The workflow result should look like your worker’s output type (e.g. LLMInvokeResult), typically serialised as a dict:

Field Description
response Model text (assistant content).
thread_id Conversation id from the web UI; on success this is copied to ModelResponse.metadata["thread_id"].
error Empty on success. If non-empty, WebModel raises WorkflowExecutionError and no assistant ModelResponse is returned.

Workers that raise (e.g. ApplicationError) before returning also surface as exceptions to the caller.

Binary content

Any binary content parts in messages (images, file attachments) are silently skipped during formatting. Only text parts are included in the prompt.

Structured Output Pipeline

When output_type is set on an Agent, the library appends a JSON schema instruction to the end of the formatted prompt before sending it to Temporal:

...

Respond with a JSON object matching this schema:
{"type": "object", "properties": {...}, "required": [...]}
Do not include any text outside the JSON object.

When the response arrives, three extraction strategies are attempted in order:

Strategy Description
1. Direct parse json.loads(response_text) on the full response as-is.
2. Strip markdown fences Remove ```json / ``` wrappers and retry json.loads.
3. Outermost braces Find the first { and last } in the string, extract that substring, and retry json.loads.
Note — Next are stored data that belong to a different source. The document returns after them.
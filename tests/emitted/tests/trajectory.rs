//! The simulation flies the emitted law: along whole closed-loop trajectories, every step of
//! the energy law the simulation ran (the codegen interpreter) equals the committed generated
//! Rust, given the same inputs, bit for bit; and the guidance filters likewise.

use lawsmith_sim::pilots::{EnergyPilot, Measured, Notes, Pilot, References};
use lawsmith_sim::run::Setup;
use lawsmith_sim::scenario::Scenario;
use std::path::PathBuf;

fn root() -> PathBuf {
    PathBuf::from(env!("CARGO_MANIFEST_DIR")).join("../..")
}

/// A generated law's pilot, recording each step's inputs, the controller states it started
/// from, its output and the controller states it ended with.
struct Recorder {
    inner: EnergyPilot,
    steps: Vec<Step>,
}

struct Step {
    inputs: Vec<f64>,
    memory: Vec<f64>,
    out: lawsmith_codegen::StepOutput,
    memory_after: Vec<f64>,
}

impl Pilot for Recorder {
    fn name(&self) -> &str {
        self.inner.name()
    }
    fn step(
        &mut self,
        m: &Measured,
        r: &References,
        dt: f64,
    ) -> (lawsmith_sim::airframe::Controls, Notes) {
        let out = self.inner.step(m, r, dt);
        self.steps.push(Step {
            inputs: self.inner.last_inputs().to_vec(),
            memory: self.inner.last_memory().to_vec(),
            out: self.inner.last_output().expect("a step").clone(),
            memory_after: self.inner.memory().to_vec(),
        });
        out
    }
}

#[test]
fn the_simulated_energy_law_is_the_emitted_rust_bit_for_bit() {
    let mut total = 0;
    let mut with_memory = 0;
    for file in ["combined.yaml", "gusts.yaml", "drag_mismatch.yaml"] {
        let text = std::fs::read_to_string(root().join("specs/scenarios").join(file)).unwrap();
        let sc = Scenario::parse(&text).unwrap();
        let spec_of = |path: &str| {
            let text = std::fs::read_to_string(root().join("specs/scenarios").join(path)).unwrap();
            lawsmith_spec::load(&text).unwrap()
        };
        let spec = spec_of(&sc.spec);
        let compared: Vec<lawsmith_spec::Spec> = sc.compare.iter().map(|c| spec_of(c)).collect();
        let refs: Vec<&lawsmith_spec::Spec> = compared.iter().collect();
        let setup = Setup::new(sc, &spec).unwrap().comparing(&refs).unwrap();
        let v = setup.nominal();
        // every generated law the scenario flies, its controller states carried from step to
        // step: the emitted Rust, given the same inputs and states, computes the same
        // commands and the same next states
        for pilot in setup.pilots() {
            let Some(p) = setup.law_pilot_named(&pilot, &v) else {
                continue;
            };
            let mut rec = Recorder {
                inner: p.unwrap(),
                steps: Vec::new(),
            };
            let flight = setup.fly_with(&mut rec, &v).unwrap();
            assert_eq!(rec.steps.len(), flight.samples.len());
            let gains = rec.inner.gains().to_vec();
            let name = rec.inner.law().name.clone();
            let dt = 1.0 / setup.scenario.rates.control;
            for st in &rec.steps {
                let mut memory = st.memory.clone();
                let (cmds, limits, domain, _, memory_limits) =
                    lawsmith_emitted::step(&name, &st.inputs, &gains, &mut memory, dt)
                        .expect("generated code for the spec");
                assert_eq!((limits, domain), (st.out.limits, st.out.domain), "{file}");
                assert_eq!(memory_limits, st.out.memory_limits, "{file}");
                for (a, b) in cmds.iter().zip(&st.out.commands) {
                    assert_eq!(a.to_bits(), b.to_bits(), "{file} {name}: {:?}", st.inputs);
                }
                for (a, b) in memory.iter().zip(&st.memory_after) {
                    assert_eq!(a.to_bits(), b.to_bits(), "{file} {name}: controller states");
                }
            }
            if !rec.inner.memory().is_empty() {
                with_memory += rec.steps.len();
            }
            total += rec.steps.len();
        }
        // the guidance filters along the scenario's commands
        let law = &setup.law;
        let spec_name = law.name.clone();
        let gains = setup.gains.clone();
        let flight = setup.fly("energy", &v).unwrap();
        let mut refs = vec![setup.scenario.initial.h, setup.scenario.initial.va];
        let mut rates = vec![0.0; 2];
        let mut state = vec![refs[0], 0.0, refs[1], 0.0];
        for s in &flight.samples {
            let cmds = [s.h_cmd, s.va_cmd];
            law.update(&mut refs, &mut rates, &cmds, &gains, 0.02);
            lawsmith_emitted::update(&spec_name, &mut state, &cmds, &gains, 0.02).unwrap();
            assert_eq!(state[0].to_bits(), refs[0].to_bits());
            assert_eq!(state[1].to_bits(), rates[0].to_bits());
            assert_eq!(state[2].to_bits(), refs[1].to_bits());
            assert_eq!(state[3].to_bits(), rates[1].to_bits());
        }
    }
    // the adaptive and integral laws of drag_mismatch fly with their states
    assert!(
        with_memory >= 2 * 4500,
        "{with_memory} steps with controller states"
    );
    println!("{total} control steps of simulated flight ({with_memory} with controller states): the interpreter equals the emitted Rust bit for bit");
}

#[test]
fn a_flight_in_single_precision_is_the_emitted_f32_rust_bit_for_bit() {
    // the combined scenario (climb, speed change, gusts) with the law in f32: every step the
    // simulation ran equals the committed f32 Rust given the same inputs (as f32); and the
    // flight stays within millimetres of the double-precision one
    let mut total = 0;
    for file in ["combined.yaml", "drag_mismatch.yaml"] {
        let text = std::fs::read_to_string(root().join("specs/scenarios").join(file)).unwrap();
        let spec_of = |path: &str| {
            let text = std::fs::read_to_string(root().join("specs/scenarios").join(path)).unwrap();
            lawsmith_spec::load(&text).unwrap()
        };
        let double = Scenario::parse(&text).unwrap();
        let mut single = double.clone();
        single.arithmetic = lawsmith_sim::scenario::Arithmetic::Single;
        let spec = spec_of(&double.spec);
        let compared: Vec<lawsmith_spec::Spec> =
            double.compare.iter().map(|c| spec_of(c)).collect();
        let refs: Vec<&lawsmith_spec::Spec> = compared.iter().collect();
        let s64 = Setup::new(double, &spec).unwrap().comparing(&refs).unwrap();
        let s32 = Setup::new(single, &spec).unwrap().comparing(&refs).unwrap();
        let v = s32.nominal();
        for pilot in s32.pilots() {
            let Some(p) = s32.law_pilot_named(&pilot, &v) else {
                continue;
            };
            let mut rec = Recorder {
                inner: p.unwrap(),
                steps: Vec::new(),
            };
            let flight = s32.fly_with(&mut rec, &v).unwrap();
            let single = |v: &[f64]| v.iter().map(|&x| x as f32).collect::<Vec<f32>>();
            let gains = single(rec.inner.gains());
            let name = rec.inner.law().name.clone();
            let dt = (1.0 / s32.scenario.rates.control) as f32;
            for st in &rec.steps {
                let mut memory = single(&st.memory);
                let (cmds, limits, domain, _, _) =
                    lawsmith_emitted::step_f32(&name, &single(&st.inputs), &gains, &mut memory, dt)
                        .expect("f32 code for the spec");
                assert_eq!((limits, domain), (st.out.limits, st.out.domain), "{file}");
                for (a, b) in cmds.iter().zip(&st.out.commands) {
                    assert_eq!(f64::from(*a).to_bits(), b.to_bits(), "{file} {name} f32");
                }
                for (a, b) in memory.iter().zip(&st.memory_after) {
                    assert_eq!(
                        f64::from(*a).to_bits(),
                        b.to_bits(),
                        "{file} {name}: f32 states"
                    );
                }
            }
            total += rec.steps.len();
            let other = s64.fly(&pilot, &s64.nominal()).unwrap();
            let dh = flight
                .samples
                .iter()
                .zip(&other.samples)
                .map(|(a, b)| (a.h - b.h).abs())
                .fold(0.0, f64::max);
            println!("{file} {pilot}: f32 law vs f64 law, largest altitude difference {dh:.2e} m");
            assert!(dh > 0.0 && dh < 0.05, "{file} {pilot}: {dh}");
        }
    }
    println!("{total} control steps in single precision equal the emitted f32 Rust bit for bit");
}
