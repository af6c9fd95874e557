//! The simulation flies the emitted law: along whole closed-loop trajectories, every step of
//! the energy law the simulation ran (the codegen interpreter) equals the committed generated
//! Rust, given the same inputs, bit for bit; and the guidance filters likewise.

use lawsmith_sim::pilots::{EnergyPilot, Measured, Notes, Pilot, References};
use lawsmith_sim::run::Setup;
use lawsmith_sim::scenario::Scenario;
use std::path::PathBuf;

fn root() -> PathBuf {
    PathBuf::from(env!("CARGO_MANIFEST_DIR")).join("../..")
}

/// The simulation's energy pilot, recording each step's law inputs and outputs.
struct Recorder {
    inner: EnergyPilot,
    steps: Vec<(Vec<f64>, lawsmith_codegen::StepOutput)>,
}

impl Pilot for Recorder {
    fn name(&self) -> &'static str {
        "energy"
    }
    fn step(
        &mut self,
        m: &Measured,
        r: &References,
        dt: f64,
    ) -> (lawsmith_sim::airframe::Controls, Notes) {
        let out = self.inner.step(m, r, dt);
        self.steps.push((
            self.inner.last_inputs().to_vec(),
            self.inner.last_output().expect("a step").clone(),
        ));
        out
    }
}

#[test]
fn the_simulated_energy_law_is_the_emitted_rust_bit_for_bit() {
    let mut total = 0;
    for file in ["combined.yaml", "gusts.yaml", "drag_mismatch.yaml"] {
        let text = std::fs::read_to_string(root().join("specs/scenarios").join(file)).unwrap();
        let sc = Scenario::parse(&text).unwrap();
        let spec_name = sc
            .spec
            .trim_start_matches("../")
            .trim_end_matches(".yaml")
            .to_string();
        let spec = lawsmith_spec::load(
            &std::fs::read_to_string(root().join("specs").join(format!("{spec_name}.yaml")))
                .unwrap(),
        )
        .unwrap();
        let setup = Setup::new(sc, &spec).unwrap();
        let v = setup.nominal();
        let mut rec = Recorder {
            inner: setup.energy_pilot(&v).unwrap(),
            steps: Vec::new(),
        };
        let flight = setup.fly_with(&mut rec, &v).unwrap();
        assert_eq!(rec.steps.len(), flight.samples.len());
        let gains = rec.inner.gains().to_vec();
        for (inputs, want) in &rec.steps {
            let (cmds, limits, domain, _) = lawsmith_emitted::step(&spec_name, inputs, &gains)
                .expect("generated code for the spec");
            assert_eq!((limits, domain), (want.limits, want.domain), "{file}");
            for (a, b) in cmds.iter().zip(&want.commands) {
                assert_eq!(a.to_bits(), b.to_bits(), "{file}: {inputs:?}");
            }
        }
        // the guidance filters along the scenario's commands
        let law = &setup.law;
        let mut refs = vec![setup.scenario.initial.h, setup.scenario.initial.va];
        let mut rates = vec![0.0; 2];
        let mut state = vec![refs[0], 0.0, refs[1], 0.0];
        for s in &flight.samples {
            let cmds = [s.h_cmd, s.va_cmd];
            law.update(&mut refs, &mut rates, &cmds, &gains, 0.02);
            lawsmith_emitted::update(&spec_name, &mut state, &cmds, &gains, 0.02).unwrap();
            assert_eq!(state[0].to_bits(), refs[0].to_bits());
            assert_eq!(state[1].to_bits(), rates[0].to_bits());
            assert_eq!(state[2].to_bits(), refs[1].to_bits());
            assert_eq!(state[3].to_bits(), rates[1].to_bits());
        }
        total += rec.steps.len();
    }
    println!("{total} control steps of simulated flight: the interpreter equals the emitted Rust bit for bit");
}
If all three strategies fail, JSONParseError is raised with raw_text set to the full LLM response. If any strategy succeeds, the resulting dict is validated against the Pydantic model and then wrapped in a tool-call response object for pydantic-ai to unwrap.

Token Counting

The library does not have access to the actual token counts used by the web-based LLM (the Temporal workflow API does not return this information). Token usage is therefore approximated using the formula:

tokens = len(text) // 4

This is a rough heuristic (approximately 4 characters per token for English text). The values are reported in result.usage() but should not be relied upon for precise billing or quota calculations.

Limitations

Limitation Details
No streaming Responses are returned in full after the workflow completes. Incremental / streaming output is not supported.
No tool / function calls The library only supports text and structured output. pydantic-ai tool calls are not forwarded to the LLM.
No binary content Images and file attachments in messages are silently skipped. Vision and document understanding are not available.
Approximate token counts Usage figures reported via result.usage() are estimated as len(text) // 4.
Requires Temporal infrastructure A running Temporal server and a compatible worker (LLMInvokeWorkflow on ai-worker-task-queue) are required. There is no fallback.